我原本以為這位蘇家的小公子這般氣勢洶洶,是為了黃三郎來出頭的。


    結果他這邊話鋒一轉,卻是說出了這麽一番說辭來。


    著實是把我給弄驚了。


    敢情您這咄咄逼人,一驚一乍的,全部都是為了柳家大小姐咯?


    我被蘇銳的警告,弄得又好氣又好笑,半天說不出話來,而蘇銳卻以為我被他鎮住了,得意地說道:“你要是懂事,就給我離柳小姐遠遠的,否則別怪我們不客氣,懂嗎?”


    我這時方才回過神,然後笑了起來:“原來是因為這事兒,那你大可不必操心——我跟柳眉,一點關係都沒有……”

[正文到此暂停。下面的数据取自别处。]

/// One attempt; the largest factor comes with it.
///
/// Outer products, [`PANEL`] columns at a time: each later element is read once per
/// panel, its subtractions stay in the order of the columns, and the innermost loop
/// runs over neighbours that do not wait for each other.
fn attempt<T: Scalar>(
    band: &Banded<T>,
    envelope: &Rc<Envelope>,
    shift: f64,
    floor: f64,
) -> (BandFactor<T>, f64) {
    let (n, w) = (band.order, band.width);
    let mut work = band.entries.clone();
    for diagonal in work.iter_mut().skip(w).step_by(w + 1) {
        *diagonal -= T::from_real(shift);
    }
    let mut lower = vec![T::zero(); n * w];
    let mut pivots: Vec<f64> = Vec::with_capacity(n);
    // Conjugated factors of the panel's columns, per row below its first.
    let mut factors: [Vec<T>; PANEL] = std::array::from_fn(|_| vec![T::zero(); w + PANEL]);
    let mut start = 0;
    while start < n {
        let panel = PANEL.min(n - start);
        let end = envelope.to[start + panel - 1];
        let mut inverses = [0.0; PANEL];
        // The rows of the panel itself, with its pivots.
        for row in start..start + panel {
            let below = row - start;
            let line = &work[row * (w + 1)..(row + 1) * (w + 1)];
            let own = &mut lower[row * w..(row + 1) * w];
            let elements = eliminate(below, below, (line, own), &inverses, &mut factors);
            let mut diagonal = line[w];
            for (before, factor) in elements[..below].iter().zip(&factors) {
                diagonal -= *before * factor[below];
            }
            let mut pivot = diagonal.real();
            // An exactly singular leading block: any tiny pivot of either sign is right.
            if pivot.abs() < floor {
                pivot = if pivot < 0.0 { -floor } else { floor };
            }
            pivots.push(pivot);
            inverses[below] = 1.0 / pivot;
        }
        let inner: [[T; PANEL]; PANEL] = std::array::from_fn(|k| std::array::from_fn(|c| factors[k][c]));
        for row in start + panel..end {
            let below = row - start;
            let line = &mut work[row * (w + 1)..(row + 1) * (w + 1)];
            let own = &mut lower[row * w..(row + 1) * w];
            let [e0, e1, e2, e3] = if panel == PANEL && below <= w {
                // What `eliminate` does, written out: this is where the time goes.
                let place = w - below;
                let (source, target) = (&line[place..place + PANEL], &mut own[place..place + PANEL]);
                let e0 = source[0];
                let e1 = source[1] - e0 * inner[0][1];
                let e2 = source[2] - e0 * inner[0][2] - e1 * inner[1][2];
                let e3 = source[3] - e0 * inner[0][3] - e1 * inner[1][3] - e2 * inner[2][3];
                let elements = [e0, e1, e2, e3];
                for k in 0..PANEL {
                    target[k] = elements[k].scale(inverses[k]);
                    factors[k][below] = target[k].conjugate();
                }
                elements
            } else {
                eliminate(below, panel, (line, own), &inverses, &mut factors)
            };
            let count = below + 1 - panel;
            let line = &mut line[w + 1 - count..][..count];
            let [f0, f1, f2, f3] = factors.each_ref().map(|factor| &factor[panel..][..count]);
            for k in 0..count {
                line[k] = line[k] - e0 * f0[k] - e1 * f1[k] - e2 * f2[k] - e3 * f3[k];
            }
        }
        start += panel;
    }
    let growth = lower.iter().map(|factor| factor.norm1()).fold(0.0, f64::max);
    (BandFactor { shift, width: w, lower, pivots, envelope: envelope.clone() }, growth)
}

/// The elements of one row in the first `count` columns of a panel once the columns
/// before each are taken out; their factors go into the row of `L` and into `factors`.
/// `below`: rows below the first of the panel.
fn eliminate<T: Scalar>(
    below: usize,
    count: usize,
    (line, own): (&[T], &mut [T]),
    inverses: &[f64; PANEL],
    factors: &mut [Vec<T>; PANEL],
) -> [T; PANEL] {
    let w = own.len();
    let mut elements = [T::zero(); PANEL];
    for column in 0..count {
        if below - column > w {
            factors[column][below] = T::zero();
            continue;
        }
        let place = w + column - below;
        let mut element = line[place];
        for (before, factor) in elements[..column].iter().zip(factors.iter()) {
            element -= *before * factor[column];
        }
        let factor = element.scale(inverses[column]);
        own[place] = factor;
        elements[column] = element;
        factors[column][below] = factor.conjugate();
    }
    elements
}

    蘇銳一聽,不但沒有釋緩,反而越發惱怒起來:“臥槽,我原本以為你就算垃圾,但也還是個敢作敢當的垃圾,沒想到這般懦弱,謊話連篇,張口就來……”


    我有些無奈,說:“那你到底要怎樣?”


    蘇銳怒氣衝衝:“你他媽敢做不敢當,算什麽男人?”


    我忍不住翻起了白眼來,說:“我做了什麽?”


    蘇銳死死盯著我,咬牙切齒地說道:“我讓你離柳小姐遠一點,懂我的意思嗎?”


    這一刻,我被弄得有些惱了,忍不住說道:“這件事情,不在我,而在你的那位柳小姐——如果你能說服她,讓她離我遠一點,我是沒問題的……”


    蘇銳聽我這般說,眼睛一下子就紅了。


    他臉色陰沉地說道:“你是想說,是柳小姐纏著你咯?”


    我不置可否,沒有言語。


    而蘇銳卻像一頭被激怒的鬥獸一般,從兜裏摸出了一枚古銅錢,朝著我丟了過來。


    我不知原因,伸手接住。


    那銅錢入手冰涼,我低頭翻看一下,發現就是很尋常的銅錢。


    它泛著銅綠,看樣子仿佛有些年代。


    我不知道什麽意思,但旁邊的大老王卻對我低聲喊道:“退回去……”


    我轉頭問他:“啥意思?”


    蘇銳卻是冷笑著說道:“晚了,收了我的買命錢,那回頭便約上時間,咱們擂台上見真章吧……”


    我依舊一臉茫然:“到底啥意思啊?”


    大老王苦笑著說:“這是咱們山城行內的老規矩,兩個有恩怨的對頭,要是接了對方下的買命銅錢,就是答應約戰生死……”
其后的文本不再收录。